All tutorials
Track 29·Reliability

Stopping a batch when the token budget runs out

BudgetedRunner wraps any agent and tracks cumulative token usage. Before each task it checks whether enough tokens remain. If not, it raises BudgetExceeded and the batch stops.

intermediate6 min
Video coming soon
Browse this tutorial's folder in tutorials-pygithub.com/OpenSymbolicAI/tutorials-py/tree/main/29-budget-guard

Track 28 showed how to read token counts from a single result. The one new thing here: a thin wrapper that accumulates those counts across a batch and stops before starting a task it cannot afford.

The wrapper#

python
MIN_PLANNING_TOKENS = 200


class BudgetExceeded(Exception):
    pass


class BudgetedRunner:

    def __init__(self, agent, budget: int) -> None:
        self._agent = agent
        self._budget = budget
        self._used = 0

    @property
    def tokens_remaining(self) -> int:
        return max(0, self._budget - self._used)

    def run(self, task: str):
        if self.tokens_remaining < MIN_PLANNING_TOKENS:
            raise BudgetExceeded(
                f"{self.tokens_remaining} tokens remaining, "
                f"need at least {MIN_PLANNING_TOKENS} to plan"
            )
        result = self._agent.run(task)
        self._used += result.metrics.plan_tokens.total_tokens
        return result

The guard fires before the task runs. A blocked task costs zero tokens. MIN_PLANNING_TOKENS is a floor: set it below your typical input token count so you do not start a task that is likely to fail mid-plan.

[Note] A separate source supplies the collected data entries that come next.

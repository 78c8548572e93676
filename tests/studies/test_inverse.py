"""Required setting: closed-form lumped answers (Incropera eq. 5.5), verdict boundaries and edge cases."""

from __future__ import annotations

import math

import numpy as np
import pytest
from numpy.testing import assert_allclose

from procplan.errors import InvalidInputError
from procplan.studies.inverse import GOALS, PARAMETERS, required_setting

from .conftest import cylinder_plan, lumped_sphere_plan

RHO, CP, D = 8500.0, 400.0, 0.02
V_OVER_A = D / 6.0  # sphere: V/A = D/6


def test_h_for_target_time_matches_incropera_eq_5_5_with_margin():
    # Source: Incropera et al., 7th ed., eq. 5.5, t = (rho V c/(h A)) ln(theta_i/theta), solved for h.
    # The site's margin of 20 % leaves a predicted time of X/1.2. Tolerance: the engine solves the sphere's
    # eigen-series, which departs from the lumped model by O(Bi) = 1e-5 relative at Bi = h R/k ≈ 3e-5; the
    # root is found to xtol 1e-7 W/m²K.
    plan = lumped_sphere_plan(margin_percent=20.0)
    x_min = 12.0
    t_pred = 60.0 * x_min / 1.2
    h_exact = RHO * V_OVER_A * CP * math.log((80.0 - 20.0) / (30.0 - 20.0)) / t_pred
    r = required_setting(
        plan, step_index=0, parameter="h_W_m2K", goal="time", target_min=x_min, bounds=(5.0, 200.0), xtol=1e-7
    )
    assert r.achievable and r.confirmed and r.passes == "above"
    assert_allclose(r.value, h_exact, rtol=2e-5)
    # the stored confirming run is the plan with the answer, and its plan time is X to within the tolerance
    assert r.plan.steps[0].h_W_m2K == r.value
    from procplan.studies.metrics import result_metrics

    assert_allclose(result_metrics(r.result)["plan_time_min"], x_min, rtol=2e-5)


def test_medium_temperature_for_target_time_matches_closed_form():
    # Source: Incropera et al., 7th ed., eq. 5.6 solved for T_inf: with e = exp(-t/tau),
    # T_inf = (T - T_i e)/(1 - e). Tolerance: the series departs from the lumped model by O(Bi) = 4e-5
    # relative in time, which moves T_inf by about Bi (T - T_inf) ≈ 5e-4 K; 1e-3 K allowed.
    h = 40.0
    plan = lumped_sphere_plan(h)
    x_min = 8.0
    tau = RHO * V_OVER_A * CP / h
    e = math.exp(-60.0 * x_min / tau)
    t_inf = (30.0 - 80.0 * e) / (1.0 - e)
    r = required_setting(
        plan,
        step_index=0,
        parameter="medium_C",
        goal="time",
        target_min=x_min,
        bounds=(-30.0, 25.0),
        xtol=1e-7,
    )
    assert r.achievable and r.confirmed and r.passes == "below"
    assert_allclose(r.value, t_inf, atol=1e-3)


def test_not_achievable_reports_best_value_and_everywhere_reports_least_demanding_end():
    plan = lumped_sphere_plan()
    r = required_setting(
        plan, step_index=0, parameter="h_W_m2K", goal="time", target_min=5.0, bounds=(1.0, 5.0)
    )
    assert not r.achievable and r.value is None and r.passes == "nowhere"
    assert r.best_value == 5.0 and r.best_measure < 0 and not r.confirmed
    assert "not achievable" in r.message
    r2 = required_setting(
        plan, step_index=0, parameter="h_W_m2K", goal="time", target_min=60.0, bounds=(100.0, 200.0)
    )
    assert r2.achievable and r2.passes == "everywhere" and r2.value == 100.0 and r2.confirmed


def test_rule_goal_boundary_flips_the_verdict(rules_library):
    # Invariant: just on the passing side of the answer the rule passes; a little beyond, it fails.
    plan = cylinder_plan("us-food-code-two-stage").with_step(0, stop_when_core_C=4.0)
    r = required_setting(
        plan,
        step_index=0,
        parameter="h_W_m2K",
        goal="rule",
        library=rules_library,
        bounds=(3.0, 60.0),
        xtol=1e-4,
    )
    assert r.achievable and r.confirmed and r.passes == "above"
    assert r.result.outcomes.rule_check.passed
    from procplan.run.engine import run_plan

    below = run_plan(plan.with_step(0, h_W_m2K=r.value - 5e-3), library=rules_library)
    assert not below.outcomes.rule_check.passed
    assert_allclose(r.result.outcomes.rule_check.margin_min, 0.0, atol=0.05)


def test_lethality_goal_on_hold_time_meets_required_f():
    from procplan.model import Checks, LethalityCheck

    # A thin slab heated in water at 75 °C: the hold that just gives Listeria 6-log (F70 = 2 min).
    base = lumped_sphere_plan(200.0)
    plan = base.with_step(0, medium_C=75.0, stop_when_core_C=None, duration_s=600.0)
    plan = type(plan)(
        plan.title,
        plan.product,
        20.0,
        plan.steps,
        checks=Checks(lethality=LethalityCheck(preset="listeria-6log")),
    )
    r = required_setting(
        plan, step_index=0, parameter="hold_min", goal="lethality", bounds=(1.0, 30.0), xtol=1e-6
    )
    assert r.achievable and r.confirmed and r.passes == "above"
    # Source: Mackey & Bratchell (1989) via the preset: 2 min at 70 °C; the confirming run's F equals it.
    assert_allclose(r.result.outcomes.lethality.total_F_min, 2.0, rtol=1e-4)


@pytest.mark.parametrize("parameter", sorted(PARAMETERS))
def test_every_parameter_applies(parameter):
    plan = lumped_sphere_plan()
    spec = PARAMETERS[parameter]
    if parameter in ("speed_m_s", "loading_medium_C"):  # machine-only parameters
        with pytest.raises(InvalidInputError):
            spec.default_bounds(plan, 0, None)
        return
    lo, hi = spec.default_bounds(plan, 0, None)
    assert lo < hi
    p2 = spec.apply(plan, 0, 0.5 * (lo + hi) if parameter != "medium_C" else 10.0, None)
    assert p2 != plan


def test_invalid_inputs_raise_named_errors():
    plan = lumped_sphere_plan()
    with pytest.raises(InvalidInputError, match="parameter"):
        required_setting(plan, step_index=0, parameter="fan", goal="time", target_min=5)
    with pytest.raises(InvalidInputError, match="target_min"):
        required_setting(plan, step_index=0, parameter="h_W_m2K", goal="time")
    with pytest.raises(InvalidInputError, match="step_index"):
        required_setting(plan, step_index=3, parameter="h_W_m2K", goal="time", target_min=5)
    with pytest.raises(InvalidInputError, match="bounds"):
        required_setting(plan, step_index=0, parameter="h_W_m2K", goal="time", target_min=5, bounds=(5, 1))
    with pytest.raises(InvalidInputError, match="rule"):
        required_setting(plan, step_index=0, parameter="h_W_m2K", goal="rule", bounds=(5, 10))
    assert set(GOALS) == {"time", "rule", "lethality"}
    assert np.isfinite(PARAMETERS["h_W_m2K"].default_bounds(plan, 0, None)[1])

Run six tasks against a 1,000-token budget#

python
# main.py
from calc import Calc
from opensymbolicai.llm import LLMConfig

TASKS = [
    "What is 7 + 3?",
    "What is 12 * 15 - 47?",
    "What is 8 factorial?",
    "What is the 10th Fibonacci number?",
    "What is 6 factorial plus the 8th Fibonacci number?",
    "What is (factorial of 5) divided by (fibonacci of 6), then add 12?",
]

llm = LLMConfig(provider="ollama", model="qwen2.5-coder:7b")
runner = BudgetedRunner(Calc(llm=llm), budget=1000)

for task in TASKS:
    try:
        result = runner.run(task)
        print(f"  ok  {task}")
        print(f"      result={result.result}  used={runner._used}  remaining={runner.tokens_remaining}")
    except BudgetExceeded as e:
        print(f"  --  {task}")
        print(f"      BudgetExceeded: {e}")
        break
bash
uv run main.py

Output:

text
Budget: 1000 tokens

  ok  What is 7 + 3?
      result=10  used=442  remaining=558

  ok  What is 12 * 15 - 47?
      result=133  used=902  remaining=98

  --  What is 8 factorial?
      BudgetExceeded: 98 tokens remaining, need at least 200 to plan

  Stopping -- 3 task(s) skipped.

What to notice#

  • The guard checks before, not after. Task 3 is blocked even though it might have fit: 98 tokens remain and the typical input is ~420. The guard does not guess whether a task will succeed; it just enforces the floor.
  • A blocked task costs nothing. The model is never called for task 3. The budget stays at 902 after the exception.
  • The wrapper needs no framework changes. result.metrics.plan_tokens.total_tokens is the only hook into the framework. The rest is plain Python.